[Excerpted data — start]

/**
 * Exhaustive planner: depth-first branch and bound over k-sets (Land & Doig 1960) that returns
 * a certified optimum, or at the time limit / on cancel the best plan found with a proven lower
 * bound and the share of the search space still open.
 *
 * Enumeration: a node is (S, C, r): the sets S ∪ B with B an r-subset of the ordered candidate
 * list C. Its children are S + C[p] with candidates C[p+1..] (each set is reached once). At
 * every node C is re-ordered by decreasing gain at S, so later children only see small gains.
 * The incumbent starts from the heuristic plan (widened greedy + swap polish), so the answer
 * is never worse than theirs; only a strictly better set (1e-12 relative) replaces it.
 *
 * Pruning (proofs in docs/bounds.md): F is non-increasing and supermodular (Borkar, Nair &
 * Sanketh 2010; Mavroforakis, Mathioudakis & Gionis, ICDM 2015), so with ρ_y(X) the gain of y
 * at X, for the child S + x with later candidates D:
 *   min over r-1 subsets B of D of F(S + x + B) >= F(S) - ρ_x(S) - top_{r-1} { ρ_y(S + x) : y in D }
 * (bound 2 of docs/bounds.md). ρ_y(S + x) for every pair (x, y) costs O(1) from the N, h, c of
 * S (identity 1 applied to one entry), so all child bounds of a node cost O(|C|^2) and no child
 * state is built for a pruned child; at r = 2 the same formula gives the exact totals of every
 * completion. Big subtrees also get the dual bound (bound 4: greedy completion Y, then
 * F(S ∪ Y) - top_r gains at S ∪ Y). Cost O(|C|^2) per expanded node plus O(|C| r) per child;
 * exponential in the worst case.
 */
import { AbsorbingState } from './dense-state';
import { CandState } from './plan-branch-state';
import type { PlanContext } from './plan-context';
import { childBounds, tripleLeaves, type Level, type TripleScratch } from './plan-branch-steps';
import { buildRoots, type Root } from './plan-roots';
import { SearchMeter, binomialTable } from './plan-search-meter';

export interface ExhaustiveOutcome {
  readonly state: { starters: number[]; total: number };
  readonly complete: boolean;
  readonly stopped: boolean;
  readonly nodes: number;
  /** Proven lower bound on the optimum (scaled hops). */
  readonly lowerBound: number;
  /** Share of the k-sets not decided (0 when complete). */
  readonly searchLeft: number;
}

/** Rooms up to this size are split into two-starter pieces before the search (memory O(n^3)). */
const SPLIT_LIMIT = 150;
/**
 * Nodes with at least DUAL_R starters still to add and DUAL_MIN k-sets below them also get the
 * dual bound (O(m r^2)). Measured on 60-person six-group rooms at k = 9, 10: at r = 4 and 5 it
 * pruned almost nothing and cost 30-40 % of the search time; from r = 6 it pays for itself.
 */
const DUAL_MIN = 5000;
const DUAL_R = 6;

export interface Incumbent {
  readonly starters: readonly number[];
  readonly rawTotal: number;
  readonly scale: number;
}

/**
 * What a search running on several threads shares (parallel/parallel-branch.ts): the best raw
 * total of all threads, and this thread's pending bound, closed share and node count.
 */
export interface SearchLink {
  best(): number;
  offer(raw: number): void;
  publish(pendingRaw: number, closed: number, nodes: number): void;
}

export function exhaustiveSearch(ctx: PlanContext, incumbent: Incumbent): ExhaustiveOutcome {
  const search = new BranchSearch(ctx, incumbent);
  const items = search.prepare();
  let next = 0;
  search.searchItems(items, () => (next < items.length ? next++ : -1));
  return search.outcome();
}

export class BranchSearch {
  private readonly k: number;
  private readonly scale: number;
  /** Pruning threshold: the best raw total known to this thread, its own or another thread's (link). */
  private best: number;
  /** This thread's best set and its raw total (never another thread's total: the two must match). */
  private bestSet: number[];
  private ownBest: number;
  readonly floor: number;
  private readonly levels: Level[] = [];
  private readonly binom: Float64Array[];
  private readonly meter: SearchMeter;
  private roots: Root[] = [];
  private rootAt = 0;
  private readonly buf: Float64Array;
  private readonly scratch: CandState;
  private readonly picked: Uint8Array;
  private readonly trip: TripleScratch;

  constructor(
    private readonly ctx: PlanContext,
    incumbent: Incumbent,
    private readonly link?: SearchLink,
  ) {
    const n = ctx.n;
    this.k = ctx.k;
    this.scale = incumbent.scale;
    this.best = incumbent.rawTotal;
    this.ownBest = incumbent.rawTotal;
    this.bestSet = [...incumbent.starters];
    this.floor = n - ctx.k; // raw hops: every non-starter needs at least one (identity 6)
    this.binom = binomialTable(n, ctx.k);
    this.meter = new SearchMeter(
      ctx,
      () => this.pendingBound() * this.scale,
      () => this.best * this.scale,
    );
    this.buf = new Float64Array(ctx.k + 1);
    this.scratch = new CandState(n);
    this.picked = new Uint8Array(n);
    const vec = () => new Float64Array(n + 1);
    this.trip = { col: vec(), row: vec(), diag: vec(), h: vec(), c: vec(), g: vec(), sufMax: vec() };
    for (let d = 0; d <= ctx.k; d++)
      this.levels.push({
        state: new CandState(n),
        order: new Int32Array(n),
        gain: new Float64Array(n),
        childLb: new Float64Array(n),
        suffixMin: new Float64Array(n + 1),
        at: 0,
        size: 0,
      });
  }

  private sets(m: number, r: number): number {
    return r < 0 || m < r ? 0 : this.binom[m][r];
  }

  pruneAt(lb: number): boolean {
    return lb >= this.best - 1e-11 * Math.abs(this.best);
  }

  improves(total: number): boolean {
    return total < this.best - 1e-12 * Math.abs(this.best);
  }

  leaf(total: number, set: () => number[]): void {
    if (total < this.best - 1e-12 * Math.abs(this.best)) {
      this.best = total;
      this.ownBest = total;
      this.bestSet = set();
      this.link?.offer(total);
    }
  }

  /** Takes the other threads' best total and publishes this thread's state. */
  private sync(): void {
    if (!this.link) return;
    this.best = Math.min(this.best, this.link.best());
    this.link.publish(this.pendingBound(), this.meter.closedSets(), this.meter.nodes);
  }

  closedSets(): number {
    return this.meter.closedSets();
  }

  space(): number {
    return this.meter.spaceSize();
  }

  get halted(): boolean {
    return this.meter.halted;
  }

  /** Roots, split into pieces on small rooms, sorted by bound (so the pending bound rises as they close). */
  prepare(): Root[] {
    const roots = buildRoots(this.ctx, this.k);
    let space = 0;
    for (const r of roots) space += this.sets(r.cand.length, this.k - r.set.length);
    this.meter.begin(space);
    const items = this.ctx.n <= SPLIT_LIMIT ? this.split(roots) : roots;
    return items
      .map((_, q) => q)
      .sort((a, b) => items[a].bound - items[b].bound || a - b)
      .map((q) => items[q]);
  }

  /** Searches items[take()] until take() returns -1 or the search halts. */
  searchItems(items: Root[], take: () => number): void {
    this.roots = items;
    for (;;) {
      const q = this.meter.halted ? -1 : take();
      if (q < 0) break;
      this.rootAt = q;
      this.root(items[q]);
      this.sync();
    }
    this.rootAt = this.link ? items.length : this.rootAt;
  }

  outcome(): ExhaustiveOutcome {
    const complete = !this.meter.halted;
    const lowerRaw = complete ? this.best : Math.min(this.best, this.pendingBound());
    this.meter.finish();
    return {
      state: { starters: this.bestSet, total: this.ownBest * this.scale },
      complete,
      stopped: this.meter.stopped,
      nodes: this.meter.nodes,
      lowerBound: Math.max(this.floor, lowerRaw) * this.scale,
      searchLeft: complete ? 0 : this.meter.left(),
    };
  }

  /** The state of a root or item set (ergodic data for the first starter, then downdates). */
  private stateOf(set: readonly number[]): AbsorbingState | null {
    const e = this.ctx.ergodic();
    try {
      if (e && e.pi[set[0]] > 0) {
        const s = AbsorbingState.fromErgodic(e, set[0]);
        for (let q = 1; q < set.length; q++) s.add(set[q]);
        return s;
      }
      return AbsorbingState.fromStarters(this.ctx.room, set);
    } catch {
      return null; // a singular system: some people cannot reach this set
    }
  }

  /**
   * Splits every root with at least three starters to add into its children (one more starter,
   * the child bound of node()), so the search closes many small pieces in order of their bound
   * and the pending lower bound rises steadily. O(|C|^2 r) per root.
   */
  private split(roots: Root[]): Root[] {
    const out: Root[] = [];
    const lv = this.levels[0];
    for (const root of roots) {
      const r = this.k - root.set.length;
      const size = this.sets(root.cand.length, r);
      if (r < 3 || size === 0) {
        if (size > 0) out.push(root);
        continue;
      }
      if (this.pruneAt(Math.max(this.floor, root.bound))) {
        this.meter.close(size);
        continue;
      }
      const full = this.stateOf(root.set);
      if (!full) {
        this.meter.close(size);
        continue;
      }
      const s = lv.state.load(full, root.cand);
      this.orderCandidates(s, lv);
      if (!this.nodeBounds(s, lv, r)) {
        this.meter.close(size);
        continue;
      }
      for (let p = 0; p < s.m; p++) {
        const part = this.sets(s.m - p - 1, r - 1);
        if (part === 0) break;
        if (this.pruneAt(Math.max(this.floor, lv.childLb[p]))) {
          this.meter.close(part);
          continue;
        }
        // Big pieces also carry their own dual bound (and are searched in the order of the stronger bound).
        let bound = Math.max(lv.childLb[p], root.bound);
        if (r - 1 >= DUAL_R && part >= DUAL_MIN) {
          const piece = this.levels[1].state;
          s.childInto(piece, lv.order[p], lv.gain[p], lv.order, p + 1, s.m);
          bound = Math.max(bound, piece.dualBound(r - 1, this.scratch, this.picked));
          if (this.pruneAt(Math.max(this.floor, bound))) {
            this.meter.close(part);
            continue;
          }
        }
        const cand = new Int32Array(s.m - p - 1);
        for (let q = p + 1; q < s.m; q++) cand[q - p - 1] = s.ids[lv.order[q]];
        out.push({ set: [...root.set, s.ids[lv.order[p]]], cand, bound });
      }
    }
    return out;
  }

  private root(root: Root): void {
    const r = this.k - root.set.length;
    const size = this.sets(root.cand.length, r);
    if (size === 0 || this.pruneAt(Math.max(this.floor, root.bound))) {
      this.meter.close(size);
      return;
    }
    const s = this.stateOf(root.set);
    if (!s) {
      this.meter.close(size);
      return;
    }
    if (r === 0) {
      this.leaf(s.rawTotal, () => [...s.starters]);
      this.meter.close(1);
      return;
    }
    this.node(this.levels[0].state.load(s, root.cand), r, 0, root.bound);
  }

  /** Smallest bound over everything not yet decided (raw): pending roots and pending children on the stack. */
  pendingBound(): number {
    let lb = this.best;
    // Alone, the items after the current one are pending too (with a link, the caller tracks them).
    if (!this.link) for (let q = this.rootAt + 1; q < this.roots.length; q++) lb = Math.min(lb, this.roots[q].bound);
    for (const lv of this.levels) {
      if (lv.size === 0) break;
      lb = Math.min(lb, lv.suffixMin[lv.at + 1]);
    }
    return Math.max(this.floor, lb);
  }

  /** Local candidates sorted by decreasing gain at S (ties: earlier person first); insertion sort, m <= n. */
  private orderCandidates(s: CandState, lv: Level): void {
    const m = s.m;
    const { order, gain } = lv;
    const ids = s.ids;
    for (let q = 0; q < m; q++) {
      const v = Math.max(0, s.gain(q));
      let at = q;
      while (at > 0 && (gain[at - 1] < v || (gain[at - 1] === v && ids[order[at - 1]] > ids[q]))) {
        gain[at] = gain[at - 1];
        order[at] = order[at - 1];
        at--;
      }
      gain[at] = v;
      order[at] = q;
    }
  }

  /** `inherited`: a proven bound on every set below this node (its own bound as a child). */
  private node(s: CandState, r: number, depth: number, inherited: number): void {
    if (this.meter.tick()) return;
    if ((this.meter.nodes & 255) === 0) this.sync();
    const lv = this.levels[depth];
    const m = s.m;
    this.orderCandidates(s, lv);
    if (r === 1) {
      for (let q = 0; q < m; q++) this.leaf(s.F - lv.gain[q], () => [...s.starters, s.ids[lv.order[q]]]);
      this.meter.close(m);
      return;
    }
    if (!this.nodeBounds(s, lv, r)) {
      this.meter.close(this.sets(m, r));
      return;
    }
    // A child's sets are the node's sets, so the node's bound holds for them too (inherited bound).
    for (let p = 0; p < m; p++) lv.childLb[p] = Math.max(lv.childLb[p], inherited);
    for (let p = 0; p < m; p++) lv.suffixMin[p] = Math.max(lv.suffixMin[p], inherited);
    lv.size = m;
    for (let p = 0; p < m; p++) {
      lv.at = p;
      const rest = m - p - 1;
      const size = this.sets(rest, r - 1);
      if (size === 0) break;
      if (this.pruneAt(Math.max(this.floor, lv.childLb[p]))) {
        this.meter.close(size);
        continue;
      }
      if (r === 2) this.pairLeaves(s, lv, p);
      else if (r === 3) tripleLeaves(s, lv, p, this.trip, this);
      else {
        const next = this.levels[depth + 1];
        s.childInto(next.state, lv.order[p], lv.gain[p], lv.order, p + 1, m);
        this.node(next.state, r - 1, depth + 1, lv.childLb[p]);
        next.size = 0;
        if (this.meter.halted) return;
        continue;
      }
      this.meter.close(size);
      if (r === 3 && this.meter.tick()) return;
    }
    lv.size = 0;
  }

  /** Exact totals of S + x + y for every later y (r = 2): F - ρ_x(S) - ρ_y(S + x). */
  private pairLeaves(s: CandState, lv: Level, p: number): void {
    const x = lv.order[p];
    const base = s.F - lv.gain[p];
    for (let q = p + 1; q < s.m; q++) {
      const y = lv.order[q];
      const t = base - s.pairGain(x, y);
      if (t < this.best - 1e-12 * Math.abs(this.best)) this.leaf(t, () => [...s.starters, s.ids[x], s.ids[y]]);
    }
  }

  /**
   * Child bounds, raised by the node's dual bound (bound 4 of docs/bounds.md) on big subtrees;
   * false when the dual bound prunes the whole node.
   */
  private nodeBounds(s: CandState, lv: Level, r: number): boolean {
    childBounds(s, lv, r, this.buf, this);
    if (r < DUAL_R || this.sets(s.m, r) < DUAL_MIN) return true;
    const dual = s.dualBound(r, this.scratch, this.picked);
    if (this.pruneAt(Math.max(this.floor, dual))) return false;
    const m = s.m;
    for (let p = 0; p < m; p++) if (lv.childLb[p] < dual) lv.childLb[p] = dual;
    for (let p = m - 1; p >= 0; p--) lv.suffixMin[p] = Math.min(lv.suffixMin[p + 1], lv.childLb[p]);
    return true;
  }
}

[Excerpted data — finish]

> **Activity**: Lines containing the string "bestSet" in the listing: say how many there are, giving only the number.

> **Task answer**: 4